*** Opening DATA SUPPLIED ***

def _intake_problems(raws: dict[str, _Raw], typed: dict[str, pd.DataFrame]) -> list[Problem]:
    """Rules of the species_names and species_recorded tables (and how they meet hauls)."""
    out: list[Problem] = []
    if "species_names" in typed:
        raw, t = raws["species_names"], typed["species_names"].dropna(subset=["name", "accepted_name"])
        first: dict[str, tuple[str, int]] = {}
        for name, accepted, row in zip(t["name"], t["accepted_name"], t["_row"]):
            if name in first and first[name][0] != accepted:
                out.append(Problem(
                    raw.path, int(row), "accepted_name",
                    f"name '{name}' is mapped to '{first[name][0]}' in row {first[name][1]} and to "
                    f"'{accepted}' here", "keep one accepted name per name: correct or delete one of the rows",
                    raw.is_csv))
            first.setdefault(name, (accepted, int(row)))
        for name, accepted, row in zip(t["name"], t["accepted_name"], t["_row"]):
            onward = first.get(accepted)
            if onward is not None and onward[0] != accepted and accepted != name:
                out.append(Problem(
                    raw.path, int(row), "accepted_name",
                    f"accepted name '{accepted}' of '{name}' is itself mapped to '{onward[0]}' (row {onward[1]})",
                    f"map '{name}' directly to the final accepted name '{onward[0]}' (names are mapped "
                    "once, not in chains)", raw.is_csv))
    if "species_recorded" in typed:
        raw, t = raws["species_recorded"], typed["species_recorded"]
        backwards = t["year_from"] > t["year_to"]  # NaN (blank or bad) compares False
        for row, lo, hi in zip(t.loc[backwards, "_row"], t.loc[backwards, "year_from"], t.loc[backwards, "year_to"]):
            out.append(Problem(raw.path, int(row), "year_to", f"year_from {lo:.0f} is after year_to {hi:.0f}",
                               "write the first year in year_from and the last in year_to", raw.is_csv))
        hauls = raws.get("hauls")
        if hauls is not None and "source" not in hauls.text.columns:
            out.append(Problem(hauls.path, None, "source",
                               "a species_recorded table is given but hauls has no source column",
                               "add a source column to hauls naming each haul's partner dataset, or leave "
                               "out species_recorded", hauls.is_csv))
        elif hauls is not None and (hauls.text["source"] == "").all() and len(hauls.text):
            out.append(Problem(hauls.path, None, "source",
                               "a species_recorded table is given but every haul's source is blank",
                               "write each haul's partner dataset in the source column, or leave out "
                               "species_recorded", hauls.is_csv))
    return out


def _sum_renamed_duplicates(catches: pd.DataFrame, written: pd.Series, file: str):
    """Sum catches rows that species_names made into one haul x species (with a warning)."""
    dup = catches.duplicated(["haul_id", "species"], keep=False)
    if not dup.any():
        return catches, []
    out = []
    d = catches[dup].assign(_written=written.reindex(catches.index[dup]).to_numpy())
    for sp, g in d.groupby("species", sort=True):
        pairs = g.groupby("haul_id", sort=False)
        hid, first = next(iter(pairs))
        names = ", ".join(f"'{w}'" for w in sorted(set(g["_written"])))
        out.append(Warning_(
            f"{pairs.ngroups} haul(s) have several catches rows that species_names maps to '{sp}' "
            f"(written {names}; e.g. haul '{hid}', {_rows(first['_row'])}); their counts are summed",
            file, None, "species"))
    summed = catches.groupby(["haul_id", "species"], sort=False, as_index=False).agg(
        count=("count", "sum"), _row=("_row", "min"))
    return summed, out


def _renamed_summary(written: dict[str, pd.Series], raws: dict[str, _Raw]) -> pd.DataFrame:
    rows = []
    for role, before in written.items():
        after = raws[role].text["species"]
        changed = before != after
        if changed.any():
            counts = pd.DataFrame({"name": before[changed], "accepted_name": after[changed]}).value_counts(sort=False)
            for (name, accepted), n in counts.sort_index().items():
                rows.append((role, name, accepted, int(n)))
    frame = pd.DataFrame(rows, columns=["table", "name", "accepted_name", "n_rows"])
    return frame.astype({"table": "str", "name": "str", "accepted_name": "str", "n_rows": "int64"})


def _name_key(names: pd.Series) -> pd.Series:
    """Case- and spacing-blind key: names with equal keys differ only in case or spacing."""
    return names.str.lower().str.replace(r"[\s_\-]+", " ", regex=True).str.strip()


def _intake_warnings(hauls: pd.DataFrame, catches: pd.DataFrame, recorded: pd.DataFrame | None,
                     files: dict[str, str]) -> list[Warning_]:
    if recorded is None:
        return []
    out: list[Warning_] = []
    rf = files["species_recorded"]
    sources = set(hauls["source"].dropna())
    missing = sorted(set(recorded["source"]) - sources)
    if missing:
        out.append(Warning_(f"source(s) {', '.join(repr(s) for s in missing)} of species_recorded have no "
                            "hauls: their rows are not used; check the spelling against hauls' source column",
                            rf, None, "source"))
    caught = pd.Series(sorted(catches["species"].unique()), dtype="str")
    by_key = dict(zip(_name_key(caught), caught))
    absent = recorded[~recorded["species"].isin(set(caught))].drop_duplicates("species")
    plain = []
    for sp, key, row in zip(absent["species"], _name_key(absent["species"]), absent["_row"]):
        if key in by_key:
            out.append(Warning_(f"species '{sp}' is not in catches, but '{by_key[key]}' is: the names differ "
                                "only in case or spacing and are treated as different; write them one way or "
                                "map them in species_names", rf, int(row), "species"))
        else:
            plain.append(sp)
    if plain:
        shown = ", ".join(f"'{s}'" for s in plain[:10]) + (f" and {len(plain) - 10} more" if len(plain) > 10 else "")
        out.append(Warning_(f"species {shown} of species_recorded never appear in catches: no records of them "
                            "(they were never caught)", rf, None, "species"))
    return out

*** Closing DATA SUPPLIED ***

*WORK TO BE COMPLETED:* Retype every record exactly, omitting nothing.

*WRITTEN SOLUTION:*
def _intake_problems(raws: dict[str, _Raw], typed: dict[str, pd.DataFrame]) -> list[Problem]:
    """Rules of the species_names and species_recorded tables (and how they meet hauls)."""
    out: list[Problem] = []
    if "species_names" in typed:
        raw, t = raws["species_names"], typed["species_names"].dropna(subset=["name", "accepted_name"])
        first: dict[str, tuple[str, int]] = {}
        for name, accepted, row in zip(t["name"], t["accepted_name"], t["_row"]):
            if name in first and first[name][0] != accepted:
                out.append(Problem(
                    raw.path, int(row), "accepted_name",
                    f"name '{name}' is mapped to '{first[name][0]}' in row {first[name][1]} and to "
                    f"'{accepted}' here", "keep one accepted name per name: correct or delete one of the rows",
                    raw.is_csv))
            first.setdefault(name, (accepted, int(row)))
        for name, accepted, row in zip(t["name"], t["accepted_name"], t["_row"]):
            onward = first.get(accepted)
            if onward is not None and onward[0] != accepted and accepted != name:
                out.append(Problem(
                    raw.path, int(row), "accepted_name",
                    f"accepted name '{accepted}' of '{name}' is itself mapped to '{onward[0]}' (row {onward[1]})",
                    f"map '{name}' directly to the final accepted name '{onward[0]}' (names are mapped "
                    "once, not in chains)", raw.is_csv))
    if "species_recorded" in typed:
        raw, t = raws["species_recorded"], typed["species_recorded"]
        backwards = t["year_from"] > t["year_to"]  # NaN (blank or bad) compares False
        for row, lo, hi in zip(t.loc[backwards, "_row"], t.loc[backwards, "year_from"], t.loc[backwards, "year_to"]):
            out.append(Problem(raw.path, int(row), "year_to", f"year_from {lo:.0f} is after year_to {hi:.0f}",
                               "write the first year in year_from and the last in year_to", raw.is_csv))
        hauls = raws.get("hauls")
        if hauls is not None and "source" not in hauls.text.columns:
            out.append(Problem(hauls.path, None, "source",
                               "a species_recorded table is given but hauls has no source column",
                               "add a source column to hauls naming each haul's partner dataset, or leave "
                               "out species_recorded", hauls.is_csv))
        elif hauls is not None and (hauls.text["source"] == "").all() and len(hauls.text):
            out.append(Problem(hauls.path, None, "source",
                               "a species_recorded table is given but every haul's source is blank",
                               "write each haul's partner dataset in the source column, or leave out "
                               "species_recorded", hauls.is_csv))
    return out


def _sum_renamed_duplicates(catches: pd.DataFrame, written: pd.Series, file: str):
    """Sum catches rows that species_names made into one haul x species (with a warning)."""
    dup = catches.duplicated(["haul_id", "species"], keep=False)
    if not dup.any():
        return catches, []
    out = []
    d = catches[dup].assign(_written=written.reindex(catches.index[dup]).to_numpy())
    for sp, g in d.groupby("species", sort=True):
        pairs = g.groupby("haul_id", sort=False)
        hid, first = next(iter(pairs))
        names = ", ".join(f"'{w}'" for w in sorted(set(g["_written"])))
        out.append(Warning_(
            f"{pairs.ngroups} haul(s) have several catches rows that species_names maps to '{sp}' "
            f"(written {names}; e.g. haul '{hid}', {_rows(first['_row'])}); their counts are summed",
            file, None, "species"))
    summed = catches.groupby(["haul_id", "species"], sort=False, as_index=False).agg(
        count=("count", "sum"), _row=("_row", "min"))
    return summed, out


def _renamed_summary(written: dict[str, pd.Series], raws: dict[str, _Raw]) -> pd.DataFrame:
    rows = []
    for role, before in written.items():
        after = raws[role].text["species"]
        changed = before != after
        if changed.any():
            counts = pd.DataFrame({"name": before[changed], "accepted_name": after[changed]}).value_counts(sort=False)
            for (name, accepted), n in counts.sort_index().items():
                rows.append((role, name, accepted, int(n)))
    frame = pd.DataFrame(rows, columns=["table", "name", "accepted_name", "n_rows"])
    return frame.astype({"table": "str", "name": "str", "accepted_name": "str", "n_rows": "int64"})


def _name_key(names: pd.Series) -> pd.Series:
    """Case- and spacing-blind key: names with equal keys differ only in case or spacing."""
    return names.str.lower().str.replace(r"[\s_\-]+", " ", regex=True).str.strip()


def _intake_warnings(hauls: pd.DataFrame, catches: pd.DataFrame, recorded: pd.DataFrame | None,
                     files: dict[str, str]) -> list[Warning_]:
    if recorded is None:
        return []
    out: list[Warning_] = []
    rf = files["species_recorded"]
    sources = set(hauls["source"].dropna())
    missing = sorted(set(recorded["source"]) - sources)
    if missing:
        out.append(Warning_(f"source(s) {', '.join(repr(s) for s in missing)} of species_recorded have no "
                            "hauls: their rows are not used; check the spelling against hauls' source column",
                            rf, None, "source"))
    caught = pd.Series(sorted(catches["species"].unique()), dtype="str")
    by_key = dict(zip(_name_key(caught), caught))
    absent = recorded[~recorded["species"].isin(set(caught))].drop_duplicates("species")
    plain = []
    for sp, key, row in zip(absent["species"], _name_key(absent["species"]), absent["_row"]):
        if key in by_key:
            out.append(Warning_(f"species '{sp}' is not in catches, but '{by_key[key]}' is: the names differ "
                                "only in case or spacing and are treated as different; write them one way or "
                                "map them in species_names", rf, int(row), "species"))
        else:
            plain.append(sp)
    if plain:
        shown = ", ".join(f"'{s}'" for s in plain[:10]) + (f" and {len(plain) - 10} more" if len(plain) > 10 else "")
        out.append(Warning_(f"species {shown} of species_recorded never appear in catches: no records of them "
                            "(they were never caught)", rf, None, "species"))
    return out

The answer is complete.